Once the outage has been resolved and at least one of the Registration Server instances has been recovered, the following is expected to happen:

  • The load balancer should detect that a Registration Server instance is available again. Incoming traffic should be redirected to this instance and incoming requests should no longer result in HTTP errors.
  • The monitoring software should detect the service recovery and perform the respective actions (e.g. resetting the alert, sending an update notification).
  • Once the TeamDrive Clients have noticed the service being available again, operations should proceed as before.

Testing MySQL Server Failures

An outage of one of the MySQL Server instance (td-mysql) should be simulated/triggered in the following ways:

  • Shutting down the MySQL Server by running service mysqld stop.
  • Shutting down the network connection, e.g. by running service network stop, ifconfig eth0 down or by disconnecting the virtual network interface via the virtual machine management console.
  • Shutting down the entire virtual machine e.g. via the virtual machine management console or by running poweroff.

Expected results:

  • The Registration Server instances will no longer be able to handle incoming Client requests as outlined in chapter MySQL Database Outage.
  • The monitoring software should raise an alert about the MySQL Server instance being unavailable, specifying the nature of the outage (e.g. mysqld process missing, network unavailable, etc.).

Once the outage has been resolved and the MySQL Server is available again, the following is expected to happen:

  • The TeamDrive Registration Server instances will continue to operate where they were interrupted by the MySQL Server outage. The TeamDrive Clients will pick up wherey they left, synchronizing all accumulated/pending changes.
  • The monitoring software should detect the service recovery and perform the respective actions (e.g. resetting the alert, sending an update notification).

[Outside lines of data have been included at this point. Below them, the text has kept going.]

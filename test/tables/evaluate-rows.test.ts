import { expect, test } from "vitest";
import { DEMO_STUDY } from "../../src/cli/demo-study.js";
import { couplet } from "../../src/gen/couplet.js";
import { decodeDecays } from "../../src/tables/decode-decays.js";
import { encodeDecays } from "../../src/tables/encode-decays.js";
import { fractionsAt, rowsEvaluator, tableHadrons } from "../../src/tables/evaluate-rows.js";
import { partialWidthMeV } from "../../src/widths/partial-width.js";
import { widthModel } from "../../src/widths/width-model.js";
import { studyText, tablesOf } from "../chain/run.js";

const tablesOfText = (text: string) => decodeDecays(encodeDecays(tablesOf(text)), "test.pb");
const demo = tablesOfText(DEMO_STUDY);
const hadrons = tableHadrons(demo);
const parentNamed = (name: string) => demo.parents.find(({ hadron }) => hadron.name === name)!;

function widthsAt(tables: couplet.v1.DecayTables, parent: couplet.v1.Parent, massMeV: number): number[] {
  const evaluator = rowsEvaluator(parent, tableHadrons(tables));
  const widths = new Array<number>(evaluator.rowCount).fill(Number.NaN);
  evaluator.widthsInto(massMeV, widths, 0);
  return widths;
}

const relative = (value: number, wanted: number) =>
  wanted === 0 ? Math.abs(value) : Math.abs(value / wanted - 1);

test("at the nominal mass every row has its width, measured or predicted, with charge or averaged masses", () => {
  const averaged = studyText("decuplet");
  const charge = averaged.replaceAll("masses: average", "masses: charge");
  expect(charge).not.toBe(averaged);
  for (const tables of [demo, tablesOfText(averaged), tablesOfText(charge)]) {
    let rows = 0;
    for (const parent of tables.parents) {
      const widths = widthsAt(tables, parent, parent.hadron.mass!);
      for (const [k, row] of parent.rows.entries()) {
        expect(relative(widths[k]!, row.width.value!), row.id).toBeLessThan(1e-12);
        rows++;
      }
    }
    expect(rows).toBeGreaterThan(10);
  }
});

test("a row follows its width model off the nominal mass, a measured one scaled to what was measured", () => {
  const parent = parentNamed("Sigma(1731)+");
  const widths = widthsAt(demo, parent, 1800);
  for (const [k, row] of parent.rows.entries()) {
    if (row.waves.length === 0) continue;
    const [first, second] = row.daughters.map(({ name }) => hadrons.get(name)!.mass!);
    const shape = (massMeV: number, squared: number) =>
      partialWidthMeV(
        widthModel("a", { n: 2 }),
        squared,
        { parentMeV: massMeV, firstMeV: first!, secondMeV: second!, identicalDaughters: false },
        { L: 2 },
      );
    const wanted =
      row.kinematics === couplet.v1.Kinematics.KINEMATICS_OPEN
        ? row.width.value! * (shape(1800, 1) / shape(1731, 1))
        : shape(1800, row.waves[0]!.flavourAmplitude! ** 2);
    expect(relative(widths[k]!, wanted), row.id).toBeLessThan(1e-12);
  }
  const closed = parent.rows.findIndex(({ id }) => id === "Sigma(1731)+ -> Sigma+ eta");
  expect(parent.rows[closed]!.width.value).toBe(0);
  expect(widths[closed]).toBeGreaterThan(0.01);
});

test("rows are zero below threshold; a remainder keeps its width above the lowest threshold of its parent", () => {
  const parent = parentNamed("Sigma(1731)+");
  const lowest = Math.min(...parent.rows.flatMap((row) => (row.waves.length > 0 ? [row.threshold!] : [])));
  const remainder = parent.rows.at(-1)!;
  expect([lowest, remainder.daughters]).toEqual([1255.25339, []]);
  expect(widthsAt(demo, parent, lowest - 0.01)).toEqual(parent.rows.map(() => 0));
  const above = widthsAt(demo, parent, lowest + 0.01);
  expect(above.pop()).toBe(remainder.width.value);
  expect(above.filter((width) => width > 0)).toHaveLength(1);
});

test("the remainder of a parent below all its thresholds is there at every mass", () => {
  const parent = couplet.v1.Parent.decode(couplet.v1.Parent.encode(parentNamed("Sigma(1731)+")).finish());
  parent.hadron.mass = 1200;
  for (const wave of parent.rows.flatMap((row) => row.waves)) wave.re = 0;
  const remainder = parent.rows.at(-1)!.width.value!;
  for (const massMeV of [10, 1200, 1250]) {
    expect(widthsAt(demo, parent, massMeV)).toEqual(
      parent.rows.map(({ id }) => (id.endsWith("(remainder)") ? remainder : 0)),
    );
  }
});

test("a row outside the symmetry grows with its power of the distance from threshold", () => {
  const parent = couplet.v1.Parent.decode(couplet.v1.Parent.encode(parentNamed("Sigma(1731)+")).finish());
  const row = parent.rows[0]!;
  row.waves = [];
  row.threshold = 1631;
  row.power = 3;
  const widths = [1781, 1731, 1681, 1631, 1600].map((massMeV) => widthsAt(demo, parent, massMeV)[0]! / 2);
  expect(widths).toEqual([1.5 ** 3, 1, 0.5 ** 3, 0, 0]);
  row.threshold = 1732;
  expect(() => rowsEvaluator(parent, hadrons)).toThrow(
    expect.objectContaining({
      name: "TableError",
      message: `${row.id}: expected a width, a threshold below the parent's mass and a power >= 0, got others`,
    }),
  );
});

test("a folded row follows its grid, to the grid's end", () => {
  const parent = couplet.v1.Parent.decode(couplet.v1.Parent.encode(parentNamed("Sigma(1731)+")).finish());
  const row = parent.rows[0]!;
  // ln width = 2 ln x: the width is the square of the distance.
  const points = [1, 4, 100].map((x) => Math.fround(x));
  row.grid = couplet.v1.MassGrid.create({
    threshold: 1400,
    distances: points,
    logWidths: points.map((x) => 2 * Math.log(x)),
    slopes: points.map(() => 2),
  });
  const closedForm = rowsEvaluator(parent, hadrons);
  row.flags.push(couplet.v1.Flag.FLAG_FOLDED);
  const folded = rowsEvaluator(parent, hadrons);
  const widths = [0];
  for (const [massMeV, wanted] of [
    [1399, 0],
    [1400.5, 0.25],
    [1402, 4],
    [1450, 2500],
    [1500, 10_000],
  ] as const) {
    folded.widthsInto(massMeV, widths, 0);
    expect(relative(widths[0]!, wanted)).toBeLessThan(1e-12);
  }
  expect(() => folded.widthsInto(1501, widths, 0)).toThrow(
    expect.objectContaining({
      message: "gridWidthMeV: massMeV: expected a mass up to 1500, got 1501. The grid ends there.",
    }),
  );
  closedForm.widthsInto(1731, widths, 0);
  expect(relative(widths[0]!, row.width.value!)).toBeLessThan(1e-12);
  row.flags = [];
  row.daughters[1]!.name = "Xi0";
  rowsEvaluator(parent, hadrons).widthsInto(1402, widths, 0);
  expect(relative(widths[0]!, 4)).toBeLessThan(1e-12);
});

test("fractions at a mass are parts of the sum of widths; all are zero where every row is closed", () => {
  const evaluator = rowsEvaluator(parentNamed("Xi(1874)0"), hadrons);
  const widths = [Number.NaN, ...new Array<number>(evaluator.rowCount).fill(0), Number.NaN];
  const total = evaluator.widthsInto(1900, widths, 1);
  expect(fractionsAt(evaluator, 1900)).toEqual(widths.slice(1, -1).map((width) => width / total));
  expect(
    relative(
      fractionsAt(evaluator, 1900).reduce((a, b) => a + b),
      1,
    ),
  ).toBeLessThan(1e-14);
  expect([widths[0], widths.at(-1)]).toEqual([Number.NaN, Number.NaN]);
  expect(fractionsAt(evaluator, 1200)).toEqual(widths.slice(1, -1).map(() => 0));
});

type Change = (row: couplet.v1.Row, wave: couplet.v1.Wave, parent: couplet.v1.Parent) => void;

const REFUSED: readonly [string, Change, string][] = [
  [
    "an unknown width model",
    (_, wave) => {
      wave.model = "z";
    },
    'expected a width model among a, b, c, d, e, got "z". Read the table with a newer version of Couplet.',
  ],
  [
    "a missing option",
    (_, wave) => {
      wave.model = "b";
      wave.options = wave.options.slice(0, 1);
    },
    "expected width model b with the options [rangeMeV in MeV, nucleonMassMeV in MeV], got [n in 1]. Read the table with a newer version of Couplet.",
  ],
  [
    "an impossible wave",
    (_, wave) => {
      wave.twoL = 3;
    },
    "width model a: L: expected an integer from 0 to 12, got 1.5. Give the orbital angular momentum.",
  ],
  [
    "a daughter that is not in the table",
    (row) => {
      row.daughters[0]!.name = "X";
    },
    "expected X among the hadrons of the table with its mass, got none",
  ],
  [
    "one daughter alone",
    (row) => {
      row.daughters = row.daughters.slice(0, 1);
    },
    "expected two daughters and a parent's mass > 0 of a row with waves, got others",
  ],
  [
    "a width that the nominal masses forbid, without a grid,",
    (row, wave) => {
      row.daughters[1]!.name = "Xi0";
      row.grid = undefined as never;
      wave.re = 2;
    },
    "expected a grid, since the nominal masses forbid the decay, got a width without one. Read the table with a newer version of Couplet.",
  ],
  [
    "a grid in the wrong order",
    (row) => {
      row.flags = [couplet.v1.Flag.FLAG_FOLDED];
      const [distances, logWidths, slopes] = [
        [2, 1],
        [0, 0],
        [1, 1],
      ];
      row.grid = couplet.v1.MassGrid.create({ threshold: 1400, distances, logWidths, slopes } as never);
    },
    "expected a grid of two points or more in ascending order, got another",
  ],
  [
    "an amplitude that is no number",
    (_, wave) => {
      wave.re = Number.NaN;
    },
    "expected finite amplitudes, got others",
  ],
];

test.each(REFUSED)("%s is refused as a table of another version", (_, change, message) => {
  const parent = couplet.v1.Parent.decode(couplet.v1.Parent.encode(parentNamed("Sigma(1731)+")).finish());
  const { id } = parent.rows[0]!;
  change(parent.rows[0]!, parent.rows[0]!.waves[0]!, parent);
  expect(() => rowsEvaluator(parent, hadrons)).toThrow(
    expect.objectContaining({ name: "TableError", message: `${id}: ${message}` }),
  );
});

test("a mass that is not positive, or at which widths overflow, is refused", () => {
  const evaluator = rowsEvaluator(parentNamed("Sigma(1731)+"), hadrons);
  expect(() => fractionsAt(evaluator, 0)).toThrow(
    expect.objectContaining({
      name: "InputError",
      message: "mass of the parent: expected a finite number > 0, got 0. Give the mass in MeV.",
    }),
  );
  expect(() => fractionsAt(evaluator, 1e200)).toThrow(
    expect.objectContaining({
      name: "InputError",
      message: "mass of the parent: expected one at which widths are finite, got 1e+200.",
    }),
  );
});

Testing Load Balancer Failure

Since all TeamDrive instances are accessed through a load-balancer, an outage of this component should be tested as well:

  • Shutting down the load balancer
  • Removing the network connections to the TeamDrive Server components

Expected results:

  • The Registration Server instances will no longer be able to handle incoming Client requests as outlined in chapter Entire Registration Server Outage.
  • The monitoring software should raise an alert about the load balancer instance being unavailable, specifying the nature of the outage.

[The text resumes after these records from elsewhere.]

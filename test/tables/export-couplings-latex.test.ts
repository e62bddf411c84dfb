import { describe, expect, test } from "vitest";
import { couplingTable } from "../../src/completion/tabulate-couplings.js";
import { parseRoot } from "../../src/exact/signed-root.js";
import { couplet } from "../../src/gen/couplet.js";
import { couplingsMessage } from "../../src/tables/encode-couplings.js";
import { rootOfExact } from "../../src/tables/exact-message.js";
import { exportCouplingsLatex } from "../../src/tables/export-couplings-latex.js";
import { latexHadron } from "../../src/tables/export-latex-names.js";
import { roundedValue, significant } from "../../src/tables/rounding.js";
import { DECUPLET, fitOf, MIXED_OCTET, TWENTY_SEVEN, VECTORS } from "../completion/coupling-studies.js";

import v1 = couplet.v1;

const tablesOf = (study: string) =>
  v1.CouplingTables.create(couplingsMessage(couplingTable(fitOf(study), 0)));

interface Tabular {
  readonly title: string;
  readonly columns: number;
  readonly head: readonly string[];
  /** Cells by name, in a list because several waves may share a name. */
  readonly rows: readonly { readonly id: string; readonly cells: readonly string[] }[];
}

/** Every tabular of a text, from the words of LaTeX alone. */
function readTabulars(text: string): Tabular[] {
  const bodies = [...text.matchAll(/\\begin\{tabular\}\{(l+)\}\n([\s\S]*?)\\end\{tabular\}/g)];
  return bodies.map(([, columns, body]) => {
    const [, title, head, rows] = body!.split(/\\(?:toprule|midrule|bottomrule)\n/);
    const cells = (line: string) => line.replace(/ \\\\.*$/, "").split(" & ");
    return {
      title: title!.trim(),
      columns: columns!.length,
      head: cells(head!.trim()),
      rows: rows!
        .trim()
        .split("\n")
        .map((line) => ({ id: line.split(" \\\\ % ")[1]!, cells: cells(line) })),
    };
  });
}

/** `-\sqrt{9/20}\,x + \frac{1}{2}\,y` as exact coefficients by name, e.g. `-sqrt(9/20)`. */
function readSum(math: string): Map<string, string> {
  if (math === "$0$") return new Map();
  const terms = math.replace(/^\$|\$$/g, "").split(/ (?=[+-] )/);
  return new Map(
    terms.map((term) => {
      const [, sign, factor, name] = /^(?:([+-]) ?)?(?:(\\sqrt\{\S+?\}|\\frac\S+?|\d+)\\,)?(.+)$/.exec(term)!;
      const size = (factor ?? "1")
        .replace(/\\sqrt\{(.*)\}/, "sqrt($1)")
        .replace(/\\frac\{(\d+)\}\{(\d+)\}/, "$1/$2");
      return [name!, `${sign === "-" ? "-" : ""}${size}`];
    }),
  );
}

/** Names of couplings in math mode, as this test expects them. */
const SYMBOLS: Readonly<Record<string, string>> = {
  "octet.g(8_1)": "\\mathrm{octet}.g(8_{1})",
  "octet.g(8_2)": "\\mathrm{octet}.g(8_{2})",
  "singlet.g(8)": "\\mathrm{singlet}.g(8)",
  "g(8_2)": "g(8_{2})",
};

/** The text of a value by the rounding rule, written out by itself. */
function expectedValue({ value, plus, minus }: v1.Estimate.$Properties): string {
  const rounded = roundedValue(value!, plus!, minus!);
  if (rounded.plus === "") return `$${rounded.value}$`;
  expect(rounded.minus).toBe(rounded.plus);
  return `$${rounded.value} \\pm ${rounded.plus}$`;
}

/** Compares the cell of a pure vertex with its exact coefficients, one by one. */
function expectSum(cell: string, coefficients: readonly (readonly [string, v1.Exact.$Properties])[]): void {
  const read = readSum(cell);
  const expected = coefficients.filter(([, exact]) => exact.sign !== 0);
  expect([...read.keys()]).toEqual(expected.map(([name]) => SYMBOLS[name] ?? name));
  for (const [k, text] of [...read.values()].entries())
    expect(parseRoot(text)).toEqual(rootOfExact(expected[k]![1]));
}

const STUDIES = { MIXED_OCTET, VECTORS, TWENTY_SEVEN, DECUPLET };

describe.each(Object.entries(STUDIES))("coupling tables as LaTeX, %s", (_, study) => {
  const tables = tablesOf(study);
  const text = exportCouplingsLatex(tables);
  const tabulars = readTabulars(text);

  test("environments and braces balance, dollars pair, and no cell holds a bare special character", () => {
    expect(tabulars.length).toBe(text.split("\\begin{").length - 1);
    expect(tabulars.length).toBe(text.split("\\end{").length - 1);
    for (const line of text.split("\n").filter((each) => !each.startsWith("%"))) {
      const code = line.replace(/ % .*$/, "");
      expect(code.split("{").length, line).toBe(code.split("}").length);
      expect((code.split("$").length - 1) % 2, line).toBe(0);
      const outsideMath = code.replace(/\$[^$]*\$/g, "").replaceAll(" & ", " ");
      expect(outsideMath, line).not.toMatch(/(^|[^\\])[_^#&%~]/);
    }
  });

  test("every line has as many cells as its tabular has columns", () => {
    for (const { title, columns, head, rows } of tabulars) {
      expect(title).toMatch(new RegExp(`^\\\\multicolumn\\{${columns}\\}\\{l\\}\\{.*\\} \\\\\\\\$`));
      for (const cells of [head, ...rows.map((row) => row.cells)]) expect(cells.length).toBe(columns);
    }
  });

  test("every vertex is there once, with its exact coefficients and its rounded values", () => {
    for (const [by, couplings, form, title] of [
      ["by isospin", tables.isospin, "coefficient", "Coupling"],
      ["by charge state", tables.charged, "coefficient", "Phases of states"],
    ] as const) {
      const own = tabulars.filter((each) => each.title.includes(by));
      const rows = own.flatMap(({ head, rows: lines }) => lines.map((line) => ({ head, ...line })));
      expect(rows.map(({ id }) => id).sort()).toEqual(couplings.map(({ id }) => id!).sort());
      for (const coupling of couplings) {
        const { head, cells } = rows.find(({ id }) => id === coupling.id)!;
        const cell = (name: string) => cells[head.indexOf(name)] ?? "";
        const daughters = coupling.daughters!.map(({ name }) => latexHadron(name!)).join("\\,");
        expect(cell("Channel")).toBe(`$${latexHadron(coupling.parent!.name!)} \\to ${daughters}$`);
        expect(cell("Value")).toBe(expectedValue(coupling.value!));
        const { breaking } = coupling.value!;
        expect(cell("Breaking")).toBe(breaking ? `$${significant(breaking, 2)}$` : "");
        const [component, ...others] = coupling.components!;
        if (others.length > 0 || component!.weight !== 1) continue;
        expectSum(
          cell(title),
          component!.terms!.map((term) => [term.reduced!, term[form]!]),
        );
        const dAndF = by === "by isospin" ? component!.dAndF : component!.matrixDAndF;
        const inDAndF = by === "by isospin" ? cell("In $D$ and $F$") : cell("Phases of matrices");
        if (dAndF != null)
          expectSum(inDAndF, [
            ["D", dAndF.d!],
            ["F", dAndF.f!],
          ]);
        else if (by === "by charge state" && coupling.matrixValue != null)
          expectSum(
            inDAndF,
            component!.terms!.map((term) => [term.reduced!, term.matrixCoefficient!]),
          );
      }
    }
  });

  test("the matrix values, the reduced couplings and the constants of the Lagrangian are there", () => {
    const charged = tabulars.filter(({ title }) => title.includes("by charge state"));
    for (const { id, matrixValue } of tables.charged) {
      const { head, cells } = charged
        .flatMap(({ head: titles, rows }) => rows.map((row) => ({ head: titles, ...row })))
        .find((row) => row.id === id)!;
      const cell = cells[head.lastIndexOf("Value")];
      if (matrixValue != null) expect(cell).toBe(expectedValue(matrixValue));
      else expect(cell).toBe("not defined");
    }
    const reduced = tabulars[0]!.rows.map(({ id, cells }) => [id, cells[3]]);
    expect(reduced).toEqual(tables.reduced.map(({ name, value }) => [name, expectedValue(value!)]));
    const constants = tables.isospinLagrangians.flatMap((lagrangian) => lagrangian.constants!);
    const lagrangians = tabulars.filter(({ title }) => title.includes("Isospin Lagrangian"));
    expect(lagrangians.length).toBe(tables.isospinLagrangians.length);
    const lines = lagrangians.flatMap(({ rows }) => rows);
    expect(lines.map(({ id, cells }) => [id, cells[2]])).toEqual(
      constants.map(({ name, value }) => [`g(${name})`, expectedValue(value!)]),
    );
    for (const [k, { cells }] of lines.entries())
      expectSum(cells[1]!, [
        ["D", constants[k]!.dAndF!.d!],
        ["F", constants[k]!.dAndF!.f!],
      ]);
  });
});

describe("what the studies above differ in", () => {
  test("mixed hadrons show the weight of each part, and their families stand in one tabular", () => {
    const tabulars = readTabulars(exportCouplingsLatex(tablesOf(MIXED_OCTET)));
    const charged = tabulars.filter(({ title }) => title.includes("by charge state"));
    expect(charged).toHaveLength(1);
    expect(charged[0]!.title).toContain(
      "{r $\\to$ baryon-octet pseudoscalar-octet; r $\\to$ baryon-octet pseudoscalar-singlet, $L=2$, $S=1/2$, by charge state, model a}",
    );
    const { cells } = charged[0]!.rows.find(({ id }) => id === "N(1577)+ -> p eta")!;
    expect(cells[1]).toBe(
      "$0.9664\\,(-\\sqrt{1/20}\\,\\mathrm{octet}.g(8_{1}) + \\frac{1}{2}\\,\\mathrm{octet}.g(8_{2})) + 0.2571\\,(\\mathrm{singlet}.g(8))$",
    );
  });

  test("names of a study are escaped", () => {
    const text = exportCouplingsLatex(
      tablesOf(TWENTY_SEVEN.replace("  r:", "  my_27:").replace("from: r,", "from: my_27,")),
    );
    expect(text).toContain("{my\\_27 $\\to$ baryon-octet pseudoscalar-octet, ");
    expect(text).not.toMatch(/[^\\]_27/);
  });
});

Once the outage has been resolved and the load balancer is available again, the following is expected to happen:

  • The TeamDrive Registration Server instances will continue to operate as soon as they receive incoming Client requests again. The TeamDrive Clients will pick up where they left, synchronizing all pending changes that have accumulated in the meanwhile.
  • The monitoring software should detect the service recovery and perform the respective actions (e.g. resetting the alert, sending an update notification).